[Problem]: Give back the lines of the records exactly, starting at the first and ending at the one with "up = np.stack([np.cos(lat)".

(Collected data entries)
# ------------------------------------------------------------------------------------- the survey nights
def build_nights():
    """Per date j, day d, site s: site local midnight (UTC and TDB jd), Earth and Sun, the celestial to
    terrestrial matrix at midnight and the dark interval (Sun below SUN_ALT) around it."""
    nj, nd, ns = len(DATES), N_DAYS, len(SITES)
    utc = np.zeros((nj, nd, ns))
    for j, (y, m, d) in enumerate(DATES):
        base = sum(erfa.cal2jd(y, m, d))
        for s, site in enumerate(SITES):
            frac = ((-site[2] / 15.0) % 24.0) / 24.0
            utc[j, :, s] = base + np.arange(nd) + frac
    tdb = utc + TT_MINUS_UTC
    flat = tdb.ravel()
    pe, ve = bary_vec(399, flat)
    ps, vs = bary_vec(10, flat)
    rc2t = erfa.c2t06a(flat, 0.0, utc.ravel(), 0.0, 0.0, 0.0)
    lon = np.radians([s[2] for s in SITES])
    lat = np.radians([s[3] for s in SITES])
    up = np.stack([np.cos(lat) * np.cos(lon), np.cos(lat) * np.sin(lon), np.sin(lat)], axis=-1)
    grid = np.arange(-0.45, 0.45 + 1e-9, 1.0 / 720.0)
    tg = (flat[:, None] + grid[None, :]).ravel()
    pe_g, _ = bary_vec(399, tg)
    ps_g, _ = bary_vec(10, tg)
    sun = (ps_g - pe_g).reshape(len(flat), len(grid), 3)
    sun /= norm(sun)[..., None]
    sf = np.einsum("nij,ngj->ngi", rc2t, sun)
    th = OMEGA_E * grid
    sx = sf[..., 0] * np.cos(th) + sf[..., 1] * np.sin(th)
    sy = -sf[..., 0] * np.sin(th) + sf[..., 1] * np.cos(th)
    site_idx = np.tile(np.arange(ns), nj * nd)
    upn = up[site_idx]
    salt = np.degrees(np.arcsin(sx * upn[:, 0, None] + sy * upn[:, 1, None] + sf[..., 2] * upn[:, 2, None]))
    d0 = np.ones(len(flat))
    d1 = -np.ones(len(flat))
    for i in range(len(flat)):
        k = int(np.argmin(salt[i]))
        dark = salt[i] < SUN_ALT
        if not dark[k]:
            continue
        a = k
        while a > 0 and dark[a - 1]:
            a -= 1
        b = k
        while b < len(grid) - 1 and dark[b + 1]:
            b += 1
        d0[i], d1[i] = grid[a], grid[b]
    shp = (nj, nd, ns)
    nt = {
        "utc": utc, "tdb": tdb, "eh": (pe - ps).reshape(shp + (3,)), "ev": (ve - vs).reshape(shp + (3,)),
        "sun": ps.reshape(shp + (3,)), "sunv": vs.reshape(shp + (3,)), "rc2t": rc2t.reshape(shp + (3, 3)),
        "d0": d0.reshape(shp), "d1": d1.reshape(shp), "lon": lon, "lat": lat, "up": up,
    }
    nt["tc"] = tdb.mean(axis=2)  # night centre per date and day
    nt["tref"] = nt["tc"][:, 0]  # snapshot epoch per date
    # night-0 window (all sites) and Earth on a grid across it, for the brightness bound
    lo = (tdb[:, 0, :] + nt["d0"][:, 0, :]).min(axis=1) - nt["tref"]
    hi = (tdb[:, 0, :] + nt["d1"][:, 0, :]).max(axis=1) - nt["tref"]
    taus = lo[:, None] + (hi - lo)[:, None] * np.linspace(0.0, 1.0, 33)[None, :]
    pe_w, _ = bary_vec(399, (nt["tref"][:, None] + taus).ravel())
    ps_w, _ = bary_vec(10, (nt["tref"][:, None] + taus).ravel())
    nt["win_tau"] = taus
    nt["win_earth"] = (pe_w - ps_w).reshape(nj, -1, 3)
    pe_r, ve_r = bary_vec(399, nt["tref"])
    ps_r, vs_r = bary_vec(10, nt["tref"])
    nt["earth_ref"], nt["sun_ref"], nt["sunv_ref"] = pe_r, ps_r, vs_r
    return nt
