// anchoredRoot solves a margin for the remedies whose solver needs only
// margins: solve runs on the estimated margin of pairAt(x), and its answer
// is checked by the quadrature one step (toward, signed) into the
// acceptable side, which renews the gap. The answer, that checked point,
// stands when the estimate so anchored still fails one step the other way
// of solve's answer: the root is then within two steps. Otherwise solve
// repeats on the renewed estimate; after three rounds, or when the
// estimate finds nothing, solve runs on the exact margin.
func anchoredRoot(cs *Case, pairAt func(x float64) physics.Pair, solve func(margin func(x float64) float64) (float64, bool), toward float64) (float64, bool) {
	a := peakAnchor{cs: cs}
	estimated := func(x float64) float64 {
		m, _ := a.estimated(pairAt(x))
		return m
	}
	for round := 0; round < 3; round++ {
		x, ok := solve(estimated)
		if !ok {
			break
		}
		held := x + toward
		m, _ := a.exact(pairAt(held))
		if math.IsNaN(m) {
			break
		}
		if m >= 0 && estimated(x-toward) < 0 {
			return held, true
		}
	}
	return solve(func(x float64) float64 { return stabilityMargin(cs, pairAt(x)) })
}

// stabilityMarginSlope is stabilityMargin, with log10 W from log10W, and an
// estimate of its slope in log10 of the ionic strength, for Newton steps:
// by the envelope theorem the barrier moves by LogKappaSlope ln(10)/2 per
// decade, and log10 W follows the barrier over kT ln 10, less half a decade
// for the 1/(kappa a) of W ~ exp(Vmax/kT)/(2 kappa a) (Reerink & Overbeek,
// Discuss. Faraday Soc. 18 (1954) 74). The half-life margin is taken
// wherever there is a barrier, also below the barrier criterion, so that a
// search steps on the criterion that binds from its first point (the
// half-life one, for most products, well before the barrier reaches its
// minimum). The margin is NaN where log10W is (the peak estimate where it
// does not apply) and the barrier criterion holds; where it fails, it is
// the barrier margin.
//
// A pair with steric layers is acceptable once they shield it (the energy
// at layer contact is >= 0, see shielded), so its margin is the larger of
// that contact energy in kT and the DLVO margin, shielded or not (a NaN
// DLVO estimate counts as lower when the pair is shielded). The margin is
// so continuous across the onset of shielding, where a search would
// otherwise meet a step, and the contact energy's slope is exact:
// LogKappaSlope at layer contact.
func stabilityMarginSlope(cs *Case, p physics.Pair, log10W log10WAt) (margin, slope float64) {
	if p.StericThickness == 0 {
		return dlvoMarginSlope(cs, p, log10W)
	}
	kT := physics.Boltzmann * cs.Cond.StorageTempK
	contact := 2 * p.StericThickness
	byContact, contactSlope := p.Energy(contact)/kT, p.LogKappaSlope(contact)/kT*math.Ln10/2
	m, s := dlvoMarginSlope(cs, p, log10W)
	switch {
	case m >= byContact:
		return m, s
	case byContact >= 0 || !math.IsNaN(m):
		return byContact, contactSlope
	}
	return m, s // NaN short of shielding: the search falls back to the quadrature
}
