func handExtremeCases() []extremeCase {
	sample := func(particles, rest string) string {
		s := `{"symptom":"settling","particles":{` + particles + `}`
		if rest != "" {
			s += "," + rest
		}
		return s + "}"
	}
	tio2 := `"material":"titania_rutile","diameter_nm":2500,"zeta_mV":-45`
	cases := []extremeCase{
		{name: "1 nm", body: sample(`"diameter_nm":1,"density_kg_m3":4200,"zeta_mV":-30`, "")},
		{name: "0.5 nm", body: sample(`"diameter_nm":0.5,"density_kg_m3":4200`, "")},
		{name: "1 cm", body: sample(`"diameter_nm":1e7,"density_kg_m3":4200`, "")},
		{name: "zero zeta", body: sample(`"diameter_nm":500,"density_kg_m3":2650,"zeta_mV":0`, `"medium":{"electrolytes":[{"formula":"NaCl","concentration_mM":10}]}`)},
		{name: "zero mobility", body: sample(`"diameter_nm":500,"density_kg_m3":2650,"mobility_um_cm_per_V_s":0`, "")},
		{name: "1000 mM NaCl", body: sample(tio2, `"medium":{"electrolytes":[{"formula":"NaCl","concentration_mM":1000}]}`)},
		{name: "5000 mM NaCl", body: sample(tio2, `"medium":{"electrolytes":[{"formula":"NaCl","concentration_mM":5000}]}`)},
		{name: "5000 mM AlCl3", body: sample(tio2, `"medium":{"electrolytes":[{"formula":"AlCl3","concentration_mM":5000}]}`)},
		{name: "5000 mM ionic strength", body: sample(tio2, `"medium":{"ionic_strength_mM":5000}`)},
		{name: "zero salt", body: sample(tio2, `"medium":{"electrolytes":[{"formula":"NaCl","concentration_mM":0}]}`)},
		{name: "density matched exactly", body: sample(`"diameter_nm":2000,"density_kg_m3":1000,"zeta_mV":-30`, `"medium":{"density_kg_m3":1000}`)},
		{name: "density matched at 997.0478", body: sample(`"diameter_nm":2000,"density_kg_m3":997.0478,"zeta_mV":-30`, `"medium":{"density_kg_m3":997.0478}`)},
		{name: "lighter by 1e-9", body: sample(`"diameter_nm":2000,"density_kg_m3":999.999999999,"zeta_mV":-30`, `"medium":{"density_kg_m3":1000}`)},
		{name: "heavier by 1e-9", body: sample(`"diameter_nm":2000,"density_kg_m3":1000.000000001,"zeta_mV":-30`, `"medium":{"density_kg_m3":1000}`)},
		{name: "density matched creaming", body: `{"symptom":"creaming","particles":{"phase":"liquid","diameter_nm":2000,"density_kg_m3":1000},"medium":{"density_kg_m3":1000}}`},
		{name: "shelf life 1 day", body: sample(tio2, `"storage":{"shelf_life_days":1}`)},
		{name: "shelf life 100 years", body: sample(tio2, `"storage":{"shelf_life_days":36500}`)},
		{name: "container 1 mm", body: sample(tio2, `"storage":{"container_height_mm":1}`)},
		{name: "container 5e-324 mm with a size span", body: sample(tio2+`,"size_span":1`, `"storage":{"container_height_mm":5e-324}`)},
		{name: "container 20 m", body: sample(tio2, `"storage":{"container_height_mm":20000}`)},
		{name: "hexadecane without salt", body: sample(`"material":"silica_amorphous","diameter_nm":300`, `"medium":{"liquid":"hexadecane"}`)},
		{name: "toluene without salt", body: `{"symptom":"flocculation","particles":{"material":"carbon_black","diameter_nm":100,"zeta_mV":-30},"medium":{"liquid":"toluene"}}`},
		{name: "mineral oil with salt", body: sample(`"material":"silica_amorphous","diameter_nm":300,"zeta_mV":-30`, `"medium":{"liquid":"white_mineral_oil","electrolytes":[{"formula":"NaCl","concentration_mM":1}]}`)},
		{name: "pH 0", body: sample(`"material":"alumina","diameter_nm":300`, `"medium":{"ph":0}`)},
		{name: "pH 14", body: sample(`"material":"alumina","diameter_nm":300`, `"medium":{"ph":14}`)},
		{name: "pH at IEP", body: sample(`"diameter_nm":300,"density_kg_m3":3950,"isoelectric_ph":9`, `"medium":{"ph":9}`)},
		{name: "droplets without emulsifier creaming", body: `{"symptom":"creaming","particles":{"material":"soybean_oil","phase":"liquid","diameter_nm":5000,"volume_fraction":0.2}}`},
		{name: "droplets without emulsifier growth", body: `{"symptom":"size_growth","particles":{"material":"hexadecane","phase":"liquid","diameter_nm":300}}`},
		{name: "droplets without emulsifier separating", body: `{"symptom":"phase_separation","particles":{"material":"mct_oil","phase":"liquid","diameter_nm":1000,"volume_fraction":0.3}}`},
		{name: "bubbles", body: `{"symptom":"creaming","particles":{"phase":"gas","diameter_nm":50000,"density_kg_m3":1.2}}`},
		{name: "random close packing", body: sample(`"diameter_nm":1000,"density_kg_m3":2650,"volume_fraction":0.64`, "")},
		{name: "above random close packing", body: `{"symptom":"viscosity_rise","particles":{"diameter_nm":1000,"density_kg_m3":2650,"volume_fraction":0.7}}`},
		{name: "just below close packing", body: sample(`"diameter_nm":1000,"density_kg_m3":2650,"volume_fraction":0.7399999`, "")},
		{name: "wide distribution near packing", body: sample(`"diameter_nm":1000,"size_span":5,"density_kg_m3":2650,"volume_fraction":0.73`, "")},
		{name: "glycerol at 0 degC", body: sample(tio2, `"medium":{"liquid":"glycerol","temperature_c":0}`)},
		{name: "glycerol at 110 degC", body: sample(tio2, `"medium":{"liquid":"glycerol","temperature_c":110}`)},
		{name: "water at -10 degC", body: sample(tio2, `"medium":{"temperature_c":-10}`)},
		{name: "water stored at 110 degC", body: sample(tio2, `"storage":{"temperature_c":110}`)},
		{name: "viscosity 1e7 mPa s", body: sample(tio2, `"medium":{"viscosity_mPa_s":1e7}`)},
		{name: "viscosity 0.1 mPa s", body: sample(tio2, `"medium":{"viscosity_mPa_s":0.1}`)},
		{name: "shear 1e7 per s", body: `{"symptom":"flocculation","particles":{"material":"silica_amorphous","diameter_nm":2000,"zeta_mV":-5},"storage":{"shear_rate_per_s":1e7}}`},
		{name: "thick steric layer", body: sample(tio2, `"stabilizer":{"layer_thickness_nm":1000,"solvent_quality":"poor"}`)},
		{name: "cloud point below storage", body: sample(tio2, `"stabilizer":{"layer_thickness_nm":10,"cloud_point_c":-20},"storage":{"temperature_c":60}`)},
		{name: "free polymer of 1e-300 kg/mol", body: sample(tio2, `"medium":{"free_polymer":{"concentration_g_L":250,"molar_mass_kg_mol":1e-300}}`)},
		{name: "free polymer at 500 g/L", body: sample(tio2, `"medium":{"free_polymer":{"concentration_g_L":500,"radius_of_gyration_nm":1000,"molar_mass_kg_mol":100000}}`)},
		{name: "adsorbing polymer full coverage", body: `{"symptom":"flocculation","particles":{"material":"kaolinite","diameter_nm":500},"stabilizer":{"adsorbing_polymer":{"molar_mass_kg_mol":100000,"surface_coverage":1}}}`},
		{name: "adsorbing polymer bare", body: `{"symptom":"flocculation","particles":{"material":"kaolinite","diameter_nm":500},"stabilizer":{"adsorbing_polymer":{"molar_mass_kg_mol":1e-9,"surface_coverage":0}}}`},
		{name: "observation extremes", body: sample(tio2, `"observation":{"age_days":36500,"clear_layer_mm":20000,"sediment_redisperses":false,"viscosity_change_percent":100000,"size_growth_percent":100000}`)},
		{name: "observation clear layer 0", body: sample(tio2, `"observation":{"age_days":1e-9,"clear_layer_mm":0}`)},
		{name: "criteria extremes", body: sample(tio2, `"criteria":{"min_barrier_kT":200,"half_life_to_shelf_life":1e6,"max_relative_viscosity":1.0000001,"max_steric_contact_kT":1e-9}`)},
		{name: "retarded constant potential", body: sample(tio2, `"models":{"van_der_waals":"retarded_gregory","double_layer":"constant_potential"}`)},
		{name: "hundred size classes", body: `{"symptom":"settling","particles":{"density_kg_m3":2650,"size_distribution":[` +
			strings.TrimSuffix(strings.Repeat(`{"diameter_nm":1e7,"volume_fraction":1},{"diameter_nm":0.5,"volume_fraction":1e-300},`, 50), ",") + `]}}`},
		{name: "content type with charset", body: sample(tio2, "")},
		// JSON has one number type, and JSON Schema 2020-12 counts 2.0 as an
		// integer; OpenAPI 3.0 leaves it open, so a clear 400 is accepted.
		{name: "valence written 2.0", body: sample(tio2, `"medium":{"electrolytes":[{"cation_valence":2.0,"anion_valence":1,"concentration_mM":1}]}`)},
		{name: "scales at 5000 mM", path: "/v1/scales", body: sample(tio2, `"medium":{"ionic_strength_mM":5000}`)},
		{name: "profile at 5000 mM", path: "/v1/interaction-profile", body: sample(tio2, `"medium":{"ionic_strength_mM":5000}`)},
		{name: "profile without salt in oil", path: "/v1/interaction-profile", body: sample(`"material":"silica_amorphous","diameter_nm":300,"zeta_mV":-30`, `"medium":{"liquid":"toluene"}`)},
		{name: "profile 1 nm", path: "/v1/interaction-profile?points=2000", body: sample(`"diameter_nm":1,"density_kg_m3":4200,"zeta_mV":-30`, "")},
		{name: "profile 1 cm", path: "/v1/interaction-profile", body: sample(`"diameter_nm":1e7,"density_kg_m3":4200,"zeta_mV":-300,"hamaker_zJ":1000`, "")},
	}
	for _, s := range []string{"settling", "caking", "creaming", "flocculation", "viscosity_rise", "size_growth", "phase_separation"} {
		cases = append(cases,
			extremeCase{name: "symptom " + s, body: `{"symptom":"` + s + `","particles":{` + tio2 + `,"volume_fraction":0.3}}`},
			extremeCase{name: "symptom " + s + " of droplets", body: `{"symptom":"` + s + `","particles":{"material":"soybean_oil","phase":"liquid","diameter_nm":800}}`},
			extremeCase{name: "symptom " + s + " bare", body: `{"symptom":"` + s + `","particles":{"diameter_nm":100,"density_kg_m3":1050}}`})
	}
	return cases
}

[Response area]:
# ------------------------------------------------------------------------------------- the survey nights
def build_nights():
    """Per date j, day d, site s: site local midnight (UTC and TDB jd), Earth and Sun, the celestial to
    terrestrial matrix at midnight and the dark interval (Sun below SUN_ALT) around it."""
    nj, nd, ns = len(DATES), N_DAYS, len(SITES)
    utc = np.zeros((nj, nd, ns))
    for j, (y, m, d) in enumerate(DATES):
        base = sum(erfa.cal2jd(y, m, d))
        for s, site in enumerate(SITES):
            frac = ((-site[2] / 15.0) % 24.0) / 24.0
            utc[j, :, s] = base + np.arange(nd) + frac
    tdb = utc + TT_MINUS_UTC
    flat = tdb.ravel()
    pe, ve = bary_vec(399, flat)
    ps, vs = bary_vec(10, flat)
    rc2t = erfa.c2t06a(flat, 0.0, utc.ravel(), 0.0, 0.0, 0.0)
    lon = np.radians([s[2] for s in SITES])
    lat = np.radians([s[3] for s in SITES])
    up = np.stack([np.cos(lat) * np.cos(lon), np.cos(lat) * np.sin(lon), np.sin(lat)], axis=-1)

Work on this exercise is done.